%%
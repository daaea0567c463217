package terrain

import (
	"math"
)

// strip is a layer's height along a path: between node i and the next, at
// distance d, it is
//
//	the straight line between both + bend[i] (d - at[i]) (at[i+1] - d)
//
// A node without a height, NaN, makes the stretches beside it void. It keeps
// its memory from one path to the next.
type strip struct {
	at, height, bend []float64
	source           []int16
}

// jointM is how far apart two nodes are put where the height jumps, from one
// raster to another or into a void: distances rise all the same.
const jointM = 1e-3

// sameM is how far two heights may be apart, by rounding, and be one.
const sameM = 1e-6

func (s *strip) reset() {
	s.at, s.height, s.bend, s.source = s.at[:0], s.height[:0], s.bend[:0], s.source[:0]
}

func (s *strip) node(at, height float64, source int16) {
	s.at, s.height = append(s.at, at), append(s.height, height)
	s.bend, s.source = append(s.bend, 0), append(s.source, source)
}

// known adds a stretch of a raster, which begins where the last one ended.
func (s *strip) known(from, fromM, to, toM, bend float64, source int16) {
	n := len(s.at)
	switch {
	case n == 0 || s.at[n-1] < from:
		s.node(from, fromM, source)
	case s.source[n-1] == source && math.Abs(s.height[n-1]-fromM) <= sameM:
	case to-from > 2*jointM:
		t := jointM / (to - from)
		s.node(from+jointM, fromM+t*(toM-fromM)+bend*jointM*(to-from-jointM), source)
	default:
		return // less than a joint: the next stretch takes its place
	}
	s.bend[len(s.bend)-1] = bend
	s.node(to, toM, source)
}

// void adds a stretch without a height.
func (s *strip) void(from, to float64) {
	nan := math.NaN()
	n := len(s.at)
	switch {
	case n == 0:
		s.node(from, nan, -1)
	case s.source[n-1] < 0:
		if n > 1 && s.source[n-2] < 0 { // the void goes on
			s.at[n-1] = max(s.at[n-1], to-jointM)
			return
		}
	case to-from > 2*jointM:
		s.node(from+jointM, nan, -1)
	default:
		s.node((from+to)/2, nan, -1)
		return
	}
	if end := to - jointM; end > s.at[len(s.at)-1] {
		s.node(end, nan, -1)
	}
}

// close puts the last node at the path's end, where a void or a joint may have
// left it short, and widens a strip of too few nodes.
func (s *strip) close(lengthM float64) {
	if n := len(s.at); s.at[n-1] < lengthM {
		if lengthM-s.at[n-1] <= 2*jointM && n > 1 {
			s.at[n-1] = lengthM
		} else {
			s.node(lengthM, math.NaN(), -1)
		}
	}
}

// reader reads a strip at rising distances.
type reader struct {
	*strip
	i int // the stretch at hand begins at node i
}

// reach moves to the stretch that holds distance d, which is no less than in
// the call before. At a node it is the stretch before it.
func (r *reader) reach(d float64) {
	for r.i+2 < len(r.at) && r.at[r.i+1] < d {
		r.i++
	}
}

// heightAt is the height at the distance d of the stretch at hand, and the
// source; NaN and -1 over a void.
func (r *reader) heightAt(d float64) (float64, int16) {
	i := r.i
	if d == r.at[i+1] {
		return r.height[i+1], r.source[i+1]
	}
	if d == r.at[i] {
		return r.height[i], r.source[i]
	}
	before, after := d-r.at[i], r.at[i+1]-d
	h := (r.height[i]*after+r.height[i+1]*before)/(r.at[i+1]-r.at[i]) + r.bend[i]*before*after
	if h != h {
		return h, -1
	}
	return h, r.source[i+1]
}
%%
* What you need to do
An exact retyping of the lines from the one with "less than in" to the end of the material above, with both ends included and nothing added, is the required answer.

* Answer to the exercise
// reach moves to the stretch that holds distance d, which is no less than in
// the call before. At a node it is the stretch before it.
func (r *reader) reach(d float64) {
	for r.i+2 < len(r.at) && r.at[r.i+1] < d {
		r.i++
	}
}

// heightAt is the height at the distance d of the stretch at hand, and the
// source; NaN and -1 over a void.
func (r *reader) heightAt(d float64) (float64, int16) {
	i := r.i
	if d == r.at[i+1] {
		return r.height[i+1], r.source[i+1]
	}
	if d == r.at[i] {
		return r.height[i], r.source[i]
	}
	before, after := d-r.at[i], r.at[i+1]-d
	h := (r.height[i]*after+r.height[i+1]*before)/(r.at[i+1]-r.at[i]) + r.bend[i]*before*after
	if h != h {
		return h, -1
	}
	return h, r.source[i+1]
}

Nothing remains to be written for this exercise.